Uscii dal bagno e me lo trovai di fronte: indossava una maglia di Zayn che gli faceva da vestito e un paio di pantaloni della tuta a cui aveva dovuto fare più di una rimbocca.

-Hai visto che ti stanno benissimo?- mi disse, sistemandomi il colletto della camicetta- cos’ha Perrie Edward più di te?

-Me!- esclamò Zayn ridendo- sono pronto.

Indossava ancora l’asciugamano e decisi che l’avrei fatto mettere in posa come il David di Michelangelo, raffigurandolo ovviamente solo fino all’ombelico. Si prestò pazientemente a fare quello che avevo in mente: disegnare con un modello era molto più facile perché potevo girargli intorno e scegliere la luce più adatta. Impiegai quasi due ore, durante le quali Zayn stette fermo senza protestare; la mattinata trascorse piacevolmente tra battute di ogni genere.

Per la prima volta in vita mia, nonostante la situazione paradossale, mi sentivo a mio agio: era forse merito di Josh?

Ordinammo il pranzo, ma mentre loro si abbuffavano io sbocconcellavo un panino poiché ero impegnata con le sfumature e con le ombreggiature da perfezionare; Josh era incantato dalla mia abilità con la matita, ogni tanto smetteva di mangiare e si fermava a guardare il mio lavoro che stava prendendo forma.

-Mangia che devi crescere- lo scherniva Zayn, ma lui non lo sentiva nemmeno, ogni volta che alzavo gli occhi dal disegno lo trovavo che mi fissava.
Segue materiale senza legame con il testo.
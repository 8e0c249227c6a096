// libFuzzer target: a scenario file through the loader, the design and every writer, and, for a
// scenario with a small cross-section and stages, the stage checks (or, for an input of even length,
// the planned schedule) through their JSON, table and charts. Any exception other than the
// project's named errors is a finding (it would exit 4), as is any sanitizer report.
// Harness limits (so that each input runs in well under a second under the sanitizers, which the
// fuzzer's timeout needs): the numerical method with more than 64 cells, the layered series with
// more than its default number of terms and spacing scans of more than 200 candidates are skipped;
// stage checks only for at most 3 stages, 1 berm and 4 layers, with 4 chart points; the program
// itself accepts more (README: limits).
#include <cstddef>
#include <cstdint>
#include <string>

#include <nlohmann/json.hpp>

#include "report/atomic_file.hpp"
#include "report/design_report.hpp"
#include "report/html_report.hpp"
#include "report/stage_report.hpp"
#include "results/design_record.hpp"
#include "results/stage_record.hpp"
#include "scenario/scenario.hpp"
#include "wickgrid/errors.hpp"

namespace {
// The stage checks of a small section at the range's smallest spacing of the first drain.
void check_stages(const wickgrid::scenario::Scenario& s, bool plan) {
    using namespace wickgrid;
    if (results::stage_check_refusal(s)) return;
    const Site& site = s.site;
    if (!site.loading || site.loading->stages.size() > 3 || (site.ground.profile && site.ground.profile->layers.size() > 4)) return;
    if (site.embankment && site.embankment->berms.size() > 1) return;
    const auto record = results::stage_record(s, site.products.front().name, Pattern::triangular,
                                              site.range.bounds.min_m, plan, 4);
    const auto doc = nlohmann::json::parse(report::stages_json(s, record).dump());
    if (!doc.is_object() || report::stages_table(s, record).empty()) __builtin_trap();
    for (const auto& chart : report::stage_charts(record))
        if (chart.svg.find("nan") != std::string::npos || chart.svg.find('\0') != std::string::npos) __builtin_trap();
}
}  // namespace

extern "C" int LLVMFuzzerTestOneInput(const std::uint8_t* data, std::size_t size) {
    using namespace wickgrid;
    const std::string text(reinterpret_cast<const char*>(data), size);
    try {
        const scenario::Scenario s = scenario::parse_scenario(text, "fuzz.yaml");
        const Site& site = s.site;
        if (site.method.method == CellMethod::numerical &&
            site.method.mesh.radial_cells * site.method.mesh.vertical_cells > 64)
            return 0;
        if (site.method.method == CellMethod::layered && site.method.series_terms > defaults::layered_terms) return 0;
        if ((site.range.bounds.max_m - site.range.bounds.min_m) / site.range.increment_m > 200) return 0;
        const results::DesignRecord record = results::design_record(s);
        const auto json = report::design_json(record).dump();
        const auto csv = report::design_csv(record);
        const auto md = report::design_markdown(record);
        const auto table = report::design_table(record);
        if (json.empty() || csv.empty() || md.empty() || table.empty()) __builtin_trap();
        check_stages(s, size % 2 == 0);
    } catch (const scenario::ScenarioError&) {
    } catch (const InputError&) {
    } catch (const EvaluationError&) {
    }
    return 0;
}
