import Link from "next/link";
import { redirect } from "next/navigation";
import { getLabContext } from "@/lib/auth/context";
import { SpecimenForm } from "@/components/specimens/specimen-form";

export const metadata = { title: "Add specimen" };

export default async function NewSpecimenPage() {
  const ctx = await getLabContext("specimens.write");
  if (!ctx) redirect("/specimens");
  return (
    <div className="space-y-4">
      <p className="text-sm"><Link className="link" href="/specimens">Specimens</Link> /</p>
      <h1 className="text-2xl font-semibold">Add a specimen</h1>
      <SpecimenForm />
    </div>
  );
}
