import Link from "next/link";
import { labPage } from "@/lib/auth/page";
import { formatDate } from "@/lib/format";
import { StatusBadge } from "@/components/trials/status-badge";
import { TrialTabs } from "@/components/trials/trial-tabs";

// Every page of a trial (also the photo, scoring and analysis pages) sits under this header and tabs.
export default async function TrialLayout({ children, params }: { children: React.ReactNode; params: Promise<{ trialId: string }> }) {
  const { trialId } = await params;
  const ctx = await labPage("/trials/[trialId]");
  const { trial, access } = await ctx.trial(trialId);
  return (
    <div className="space-y-4">
      <div className="flex flex-wrap items-center gap-x-3 gap-y-1 text-sm">
        <Link className="link" href="/trials">Trials</Link>
        <span aria-hidden="true">/</span>
        <Link className="font-medium hover:underline" href={`/trials/${trial.id}`}>{trial.title}</Link>
        <StatusBadge status={trial.status} />
        <span className="muted">
          {trial.status === "draft" && "not started"}
          {trial.status === "running" && trial.startedAt && `started ${formatDate(trial.startedAt)}`}
          {access.locked && trial.concludedAt && `concluded ${formatDate(trial.concludedAt)}; only notes can be added`}
        </span>
        {access.blind && <span className="text-xs rounded-full border border-[var(--line)] px-2 py-0.5">you score blind: arms and results hidden until it is concluded</span>}
      </div>
      <TrialTabs trialId={trial.id} resultsHidden={access.blind} />
      <div>{children}</div>
    </div>
  );
}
Ci lavorai altre due ore, alla fine venne meglio di quanto sperassi.

-È perfetto- esclamai.

-Come te- disse Josh.

-Non è vero!

-Smettila con questa storia! Perché pensi di non essere bella? Sei bella a modo tuo: imperfetta, forse, ma bellissima e a me piaci.

-Voglio quel disegno- disse Zayn- salvandomi dall’imbarazzo in cui ero piombata.

-Sì, certo, dopo l’esame te lo farò avere. Sei stato così gentile da farmi da modello.

-Figurati, poi non avrei mai negato un favore a Josh: è come un fratellino per me.

-Sono più vecchio di te! Irina non preoccuparti, glielo darò io: non ho intenzione di perderti di vista.

Mi accompagnò all’Accademia, il professore rimase talmente impressionato dal mio lavoro, da convalidarmi direttamente il voto perché secondo lui un talento come il mio non aveva bisogno di ulteriori conferme.

Uscii dall’aula felice, ma diventai raggiante quando mi accorsi che fuori, appoggiato alla sua auto ad aspettarmi, c’era Josh con un enorme ombrello arancione in mano e un sorriso in grado di illuminare quella serata umida.

Non aveva ancora smesso di piovere sulla città di Londra, ma nel mio cuore si cominciava finalmente a rivedere il sole.